Find the lines of the material below that include the string "RegimeView", then copy each one.
○ ○ ○ ○
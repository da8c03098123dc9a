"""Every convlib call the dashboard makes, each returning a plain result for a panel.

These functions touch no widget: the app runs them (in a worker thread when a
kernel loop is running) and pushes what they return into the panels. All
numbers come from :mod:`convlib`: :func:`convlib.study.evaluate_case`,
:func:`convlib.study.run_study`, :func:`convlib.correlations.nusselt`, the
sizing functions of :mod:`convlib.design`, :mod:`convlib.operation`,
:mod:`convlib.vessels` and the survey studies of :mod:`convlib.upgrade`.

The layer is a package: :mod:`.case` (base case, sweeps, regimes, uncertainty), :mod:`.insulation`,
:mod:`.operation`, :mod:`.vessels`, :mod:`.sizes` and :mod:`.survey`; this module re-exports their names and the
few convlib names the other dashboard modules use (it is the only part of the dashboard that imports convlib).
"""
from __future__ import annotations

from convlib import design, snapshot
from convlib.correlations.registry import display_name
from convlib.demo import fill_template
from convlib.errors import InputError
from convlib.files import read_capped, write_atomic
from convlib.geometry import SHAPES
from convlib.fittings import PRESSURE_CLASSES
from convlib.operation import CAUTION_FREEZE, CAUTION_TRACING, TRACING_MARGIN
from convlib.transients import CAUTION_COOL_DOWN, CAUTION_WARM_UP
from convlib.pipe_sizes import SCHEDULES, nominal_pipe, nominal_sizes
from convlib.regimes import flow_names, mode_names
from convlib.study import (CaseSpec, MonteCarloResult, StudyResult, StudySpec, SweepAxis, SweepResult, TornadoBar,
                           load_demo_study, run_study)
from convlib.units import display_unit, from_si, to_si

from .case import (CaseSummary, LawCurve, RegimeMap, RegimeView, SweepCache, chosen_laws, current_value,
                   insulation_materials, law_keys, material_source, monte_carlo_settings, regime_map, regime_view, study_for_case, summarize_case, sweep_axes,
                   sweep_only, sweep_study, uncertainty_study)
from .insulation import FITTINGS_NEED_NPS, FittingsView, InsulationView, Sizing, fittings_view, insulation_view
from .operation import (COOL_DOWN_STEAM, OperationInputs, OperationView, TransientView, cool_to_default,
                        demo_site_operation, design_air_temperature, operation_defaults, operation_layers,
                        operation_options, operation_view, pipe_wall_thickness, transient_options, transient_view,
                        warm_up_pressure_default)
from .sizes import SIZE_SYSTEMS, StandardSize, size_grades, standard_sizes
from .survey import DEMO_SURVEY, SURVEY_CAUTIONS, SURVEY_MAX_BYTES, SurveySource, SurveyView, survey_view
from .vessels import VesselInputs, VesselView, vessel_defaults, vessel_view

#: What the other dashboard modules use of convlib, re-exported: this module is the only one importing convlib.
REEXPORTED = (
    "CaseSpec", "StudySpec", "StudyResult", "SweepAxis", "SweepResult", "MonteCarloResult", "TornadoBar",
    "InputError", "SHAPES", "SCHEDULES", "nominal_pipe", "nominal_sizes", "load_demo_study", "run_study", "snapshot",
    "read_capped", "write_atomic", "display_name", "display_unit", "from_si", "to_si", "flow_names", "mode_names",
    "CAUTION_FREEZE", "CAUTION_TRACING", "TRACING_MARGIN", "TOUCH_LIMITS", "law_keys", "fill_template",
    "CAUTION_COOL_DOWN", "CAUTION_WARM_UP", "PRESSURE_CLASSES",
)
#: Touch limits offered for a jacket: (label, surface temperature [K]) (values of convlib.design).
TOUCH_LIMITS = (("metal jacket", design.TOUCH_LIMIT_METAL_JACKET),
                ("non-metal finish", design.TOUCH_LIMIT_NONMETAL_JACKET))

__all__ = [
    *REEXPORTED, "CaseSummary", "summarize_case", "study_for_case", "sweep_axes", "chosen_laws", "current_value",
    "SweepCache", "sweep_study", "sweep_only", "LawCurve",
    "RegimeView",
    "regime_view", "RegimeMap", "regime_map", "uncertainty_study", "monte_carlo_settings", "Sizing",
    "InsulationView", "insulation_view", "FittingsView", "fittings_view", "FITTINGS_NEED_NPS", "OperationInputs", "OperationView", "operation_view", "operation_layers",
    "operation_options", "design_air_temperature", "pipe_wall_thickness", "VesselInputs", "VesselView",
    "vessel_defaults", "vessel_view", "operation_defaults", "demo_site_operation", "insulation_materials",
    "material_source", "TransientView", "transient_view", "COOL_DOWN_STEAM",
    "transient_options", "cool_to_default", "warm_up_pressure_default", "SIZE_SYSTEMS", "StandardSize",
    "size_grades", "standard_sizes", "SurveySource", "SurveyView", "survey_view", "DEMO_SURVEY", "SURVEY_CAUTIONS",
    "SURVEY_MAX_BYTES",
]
○ ○ ○ ○
**YOUR SOLUTION**
from .case import (CaseSummary, LawCurve, RegimeMap, RegimeView, SweepCache, chosen_laws, current_value,
    "RegimeView",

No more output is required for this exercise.